Best practices

Acks early vs acks late

Tasks are only removed from a queue when they are acknowledged ("acked") by the worker that received them. The acks_late setting determines when a worker will ack a task. When set to true, tasks are acked after the worker finishes executing them. When set to false, they are executed right before the worker starts executing them.

The default of acks_late is false, however if your tasks are idempotent it's strongly recommended that you set acks_late to true. This has two major benefits.

First, it ensures that if a worker were to crash, any tasks currently executing will be retried automatically by the next available worker.
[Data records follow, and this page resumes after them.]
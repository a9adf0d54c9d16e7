import type { FileHandle } from 'node:fs/promises';
import { basename, extname } from 'node:path';
import Papa from 'papaparse';
import { openRegularFile } from '../documents/regularFile.js';
import { xlsxLimits } from '../limits.js';
import { RefitError, closestNames } from './errors.js';
import { LineEndingsToLf } from './lineEndings.js';
import { ShiftedColumn, parseCellNumber } from './numeric.js';
import { isMissingCode, type MissingRule, type ResolvedSpec } from './spec.js';
import { readXlsxSheet } from './xlsx.js';

/**
 * Reading raw data: CSV/TSV (papaparse, streamed in chunks; the delimiter is
 * detected from the header line among comma, semicolon and tab) and .xlsx
 * (read-excel-file, first sheet). Rows reach a consumer in batches of text
 * cells; nothing keeps every row in memory.
 *
 * Interpretation of the model's columns (ModelFrameReader): text columns are
 * factors, numeric columns covariates unless declared factors; empty cells,
 * "NA" and the column's missing-value codes are missing; rows with a missing
 * value in any model variable are dropped and counted. Errors name the file,
 * the row (the header line is row 1) and the column.
 */

export type CellInput = string | number | boolean | Date | null | undefined;

/** A table already in memory (tests, callers that read data themselves). */
export interface InMemoryTable {
  /** Shown in error messages in place of a file name. */
  name?: string;
  header: string[];
  rows: Iterable<readonly CellInput[]>;
}

/** A path to a .csv, .tsv, .txt or .xlsx file, or a table in memory. */
export type DataSource = string | InMemoryTable;

export interface RowConsumer {
  header(names: string[], file: string, options: { decimalComma: boolean }): void;
  /** `firstRow` is the row number of batch[0] (the header line is row 1). */
  rows(batch: readonly (readonly string[])[], firstRow: number): void;
  end(): void;
}

export type Delimiter = ',' | ';' | '\t';

/** Picks the most frequent of comma, semicolon and tab outside double quotes in the header line (comma on a tie or none). */
export function detectDelimiter(headerLine: string): Delimiter {
  const counts = { ',': 0, ';': 0, '\t': 0 };
  let quoted = false;
  for (const ch of headerLine) {
    if (ch === '"') quoted = !quoted;
    else if (!quoted && (ch === ',' || ch === ';' || ch === '\t')) counts[ch]++;
  }
  let best: Delimiter = ',';
  for (const d of ['\t', ';'] as const) if (counts[d] > counts[best]) best = d;
  return best;
}

function cellText(value: CellInput): string {
  if (value === null || value === undefined) return '';
  if (typeof value === 'string') return value;
  if (typeof value === 'number') return Number.isFinite(value) ? String(value) : '';
  if (typeof value === 'boolean') return value ? 'TRUE' : 'FALSE';
  return value.toISOString();
}

async function firstLine(handle: FileHandle): Promise<string> {
  const buffer = Buffer.alloc(65536);
  const { bytesRead } = await handle.read(buffer, 0, buffer.length, 0);
  const text = buffer.subarray(0, bytesRead).toString('utf8').replace(/^\uFEFF/, '');
  const nl = text.search(/[\r\n]/); // CRLF, LF or a lone CR (lineEndings.ts)
  return nl < 0 ? text : text.slice(0, nl);
}

function unreadable(file: string, err: unknown): RefitError {
  const reason = err instanceof Error ? err.message : String(err);
  return new RefitError('UNREADABLE_FILE', `${file}: cannot be read (${reason}).`, { file });
}

/**
 * A cell without the white space around it (spaces, tabs, a stray CR,
 * no-break spaces), so " a", "a " and "a" are one level and " " is empty.
 * Most cells have none: the ends are looked at before anything is copied.
 */
export function trimCell(text: string): string {
  if (text.length === 0) return text;
  const first = text.charCodeAt(0);
  const last = text.charCodeAt(text.length - 1);
  // Code units up to 32 are ASCII white space and controls; above 127 may be Unicode white space.
  return first <= 32 || last <= 32 || first > 127 || last > 127 ? text.trim() : text;
}

function isBlank(row: readonly string[]): boolean {
  return row.length === 0 || (row.length === 1 && row[0]!.trim() === '');
}

async function streamDelimited(path: string, consumer: RowConsumer): Promise<void> {
  const file = basename(path);
  // Only a regular file: /dev/zero named as data would stream for ever, a FIFO would wait for ever (src/documents/regularFile.ts).
  let handle: FileHandle;
  try {
    const opened = await openRegularFile(path);
    if (!opened.ok) throw new RefitError('UNREADABLE_FILE', `${file}: ${opened.error}.`, { file });
    handle = opened.handle;
  } catch (err) {
    throw err instanceof RefitError ? err : unreadable(file, err);
  }
  let line: string;
  try {
    line = await firstLine(handle);
  } catch (err) {
    await handle.close();
    throw unreadable(file, err);
  }
  if (line.trim() === '') {
    await handle.close();
    throw new RefitError('EMPTY_FILE', `${file}: the file is empty (no header line).`, { file });
  }
  const delimiter = detectDelimiter(line);
  let nextRow = 1; // row number of the next record (header = 1)
  let sawHeader = false;
  let failure: unknown;
  let closeStream = (): void => {};
  try {
    await new Promise<void>((resolve, reject) => {
      // The stream closes the handle when it ends, fails or is destroyed.
      const stream = handle.createReadStream({ start: 0, encoding: 'utf8', highWaterMark: 1 << 17 });
      closeStream = () => stream.destroy();
      stream.on('error', (err) => reject(unreadable(file, err)));
      const lines = stream.pipe(new LineEndingsToLf());
      Papa.parse<string[]>(lines as unknown as File, {
        delimiter,
        newline: '\n',
        quoteChar: '"',
        header: false,
        dynamicTyping: false,
        chunk: (results, parser) => {
          if (failure !== undefined) return;
          try {
            let data = results.data;
            const first = nextRow;
            nextRow += data.length;
            if (!sawHeader) {
              if (data.length === 0) return;
              const names = data[0]!.map((n, i) => (i === 0 ? n.replace(/^\uFEFF/, '') : n).trim());
              consumer.header(names, file, { decimalComma: delimiter === ';' });
              sawHeader = true;
              data = data.slice(1);
              consumer.rows(data, first + 1);
            } else {
              consumer.rows(data, first);
            }
          } catch (err) {
            failure = err;
            parser.abort();
          }
        },
        complete: () => resolve(),
        error: (err) => reject(unreadable(file, err)),
      });
    });
  } finally {
    // Once parsing stopped (at the end, or aborted on a bad row), the file is closed, not left to the garbage collector.
    closeStream();
  }
  if (failure !== undefined) throw failure;
  if (!sawHeader) throw new RefitError('EMPTY_FILE', `${file}: the file is empty (no header line).`, { file });
  consumer.end();
}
Second, it provides a better back pressure mechanism when used in conjunction with a suitable prefetch_count (see below).

Prefetch count

When initializing your Rust Celery app it's recommended that you set the prefetch_count to a number suitable for your application, especially if you have acks_late set to true.

If you have acks_late set to false, the default prefetch_count is probably sufficient.

The prefetch_count determines how many un-acked tasks (ignoring those with a future ETA) that a worker can hold onto at any point in time. Having prefetch_count too low or too high can create a bottleneck.

If the number is set too low, workers could be under-utilized. If the number is set too high, workers could be hogging tasks that they can't execute yet, or worse: they could run out of memory from receiving too many tasks and crash.

Unfortunately finding an optimal prefetch count is easier said than done. It depends on a lot of factors, such as the hardware your workers are running on, the task throughput, and whether your tasks are more CPU-bound or IO-bound.

The last reason is especially important. A worker running on even a single CPU can probably handle hundreds, if not thousands, of (non-blocking) IO-bound tasks at once. But a worker consuming CPU-bound tasks is essentially limited to executing one task per CPU core. Therefore a good starting point for prefetch_count would be either 100 x NUM_CPUS for IO-bound tasks or 2 * NUM_CPUS for CPU-bound tasks.

Consuming blocking / CPU-bound tasks

If your tasks are CPU-bound (or otherwise blocking), it's recommended that you use a multi-threaded async runtime, such as the one provided by tokio. Within the task body you can then call tokio::task::block_in_place where appropriate.